Saved data entries
##########

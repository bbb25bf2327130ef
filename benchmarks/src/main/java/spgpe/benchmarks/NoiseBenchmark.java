package spgpe.benchmarks;

import java.util.concurrent.TimeUnit;
import org.openjdk.jmh.annotations.Benchmark;
import org.openjdk.jmh.annotations.BenchmarkMode;
import org.openjdk.jmh.annotations.Fork;
import org.openjdk.jmh.annotations.Measurement;
import org.openjdk.jmh.annotations.Mode;
import org.openjdk.jmh.annotations.OperationsPerInvocation;
import org.openjdk.jmh.annotations.OutputTimeUnit;
import org.openjdk.jmh.annotations.Param;
import org.openjdk.jmh.annotations.Scope;
import org.openjdk.jmh.annotations.Setup;
import org.openjdk.jmh.annotations.State;
import org.openjdk.jmh.annotations.Warmup;
import spgpe.model.Model;
import spgpe.projector.Amplitudes;
import spgpe.reservoir.NoiseGenerator;
import spgpe.reservoir.RandomStreams;

/** Normal numbers per second, for a region of 127 modes and two components. */
@State(Scope.Thread)
@BenchmarkMode(Mode.Throughput)
@OutputTimeUnit(TimeUnit.SECONDS)
@Warmup(iterations = 4, time = 1)
@Measurement(iterations = 5, time = 1)
@Fork(2)
public class NoiseBenchmark {
  private static final int NORMALS = 2 * 2 * 127;

  /** Streams. */
  @Param({"counterBased", "commonsRng"})
  public String streams;

  private NoiseGenerator generator;
  private Amplitudes normals;
  private long step;

  /** Makes the generator. */
  @Setup
  public void prepare() {
    Model model = Problem.model(256);
    RandomStreams source =
        streams.equals("counterBased")
            ? RandomStreams.counterBased(1)
            : RandomStreams.commonsRng(1);
    generator = source.generator(model.region(), 2, 1);
    generator.assign(0, 0);
    normals = new Amplitudes(model.region(), 2, 1);
  }

  /**
   * The normals of one step.
   *
   * @return the normals
   */
  @Benchmark
  @OperationsPerInvocation(NORMALS)
  public Amplitudes fill() {
    generator.fill(step++, 0, normals);
    return normals;
  }
}
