package spgpe.grid;

import spgpe.internal.check.Check;

/**
 * A periodic grid in one or two dimensions.
 *
 * <p>Point index: {@code ix} in 1D, {@code iy * Nx + ix} in 2D (x runs fastest). Immutable and
 * thread-safe; equal if the axes are equal.
 */
public final class PeriodicGrid {
  private final Axis[] axes;
  private final int points;
  private final double volume;

  private PeriodicGrid(Axis... axes) {
    this.axes = axes;
    long count = 1;
    double product = 1;
    for (Axis axis : axes) {
      count *= axis.points();
      product *= axis.length();
    }
    Check.argument(
        count <= 1 << 24, "grid must have at most 2^24 points: points=%s", count);
    Check.argument(
        product / count > 0 && product < Double.POSITIVE_INFINITY,
        "volume of the grid and of one cell must be representable: volume=%s, points=%s",
        product, count);
    this.points = (int) count;
    this.volume = product;
  }

  /**
   * Makes a line (ring).
   *
   * @param x the axis
   * @return a one-dimensional grid
   */
  public static PeriodicGrid of(Axis x) {
    return new PeriodicGrid(Check.notNull(x, "x"));
  }

  /**
   * Makes a plane (torus).
   *
   * @param x first axis; its index runs fastest
   * @param y second axis
   * @return a two-dimensional grid
   */
  public static PeriodicGrid of(Axis x, Axis y) {
    return new PeriodicGrid(Check.notNull(x, "x"), Check.notNull(y, "y"));
  }

  /**
   * Number of axes.
   *
   * @return 1 or 2
   */
  public int dimension() {
    return axes.length;
  }

  /**
   * One axis.
   *
   * @param index 0 for x, 1 for y
   * @return the axis
   * @throws IllegalArgumentException if there is no such axis
   */
  public Axis axis(int index) {
    Check.inRange(index, 0, axes.length - 1, "axis index");
    return axes[index];
  }

  /**
   * Number of points.
   *
   * @return product of the axes' points
   */
  public int points() {
    return points;
  }

  /**
   * Length (1D) or area (2D).
   *
   * @return product of the axes' lengths
   */
  public double volume() {
    return volume;
  }

  /**
   * Length or area that belongs to one point.
   *
   * @return volume / points
   */
  public double cellVolume() {
    return volume / points;
  }

  /**
   * Coordinate of a point.
   *
   * @param axisIndex 0 for x, 1 for y
   * @param point point index
   * @return position along that axis
   * @throws IllegalArgumentException if there is no such axis or point
   */
  public double coordinate(int axisIndex, int point) {
    Check.inRange(point, 0, points - 1, "point index");
    int nx = axes[0].points();
    return axis(axisIndex).position(axisIndex == 0 ? point % nx : point / nx);
  }

  @Override
  public boolean equals(Object other) {
    return other instanceof PeriodicGrid that && java.util.Arrays.equals(axes, that.axes);
  }

  @Override
  public int hashCode() {
    return java.util.Arrays.hashCode(axes);
  }

  @Override
  public String toString() {
    StringBuilder text = new StringBuilder("PeriodicGrid ").append(axes.length).append("D:");
    for (int i = 0; i < axes.length; i++) {
      text.append(i == 0 ? " " : " x ")
          .append(axes[i].points()).append(" points over length ").append(axes[i].length());
    }
    return text.toString();
  }
}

##########

* PROBLEM REQUIREMENTS: Using the entries above, output exactly the lines between the line holding "private final Axis[] axes;" and the line holding "product / count", end lines included, and nothing more.

* TASK OUTPUT:
  private final Axis[] axes;
  private final int points;
  private final double volume;

  private PeriodicGrid(Axis... axes) {
    this.axes = axes;
    long count = 1;
    double product = 1;
    for (Axis axis : axes) {
      count *= axis.points();
      product *= axis.length();
    }
    Check.argument(
        count <= 1 << 24, "grid must have at most 2^24 points: points=%s", count);
    Check.argument(
        product / count > 0 && product < Double.POSITIVE_INFINITY,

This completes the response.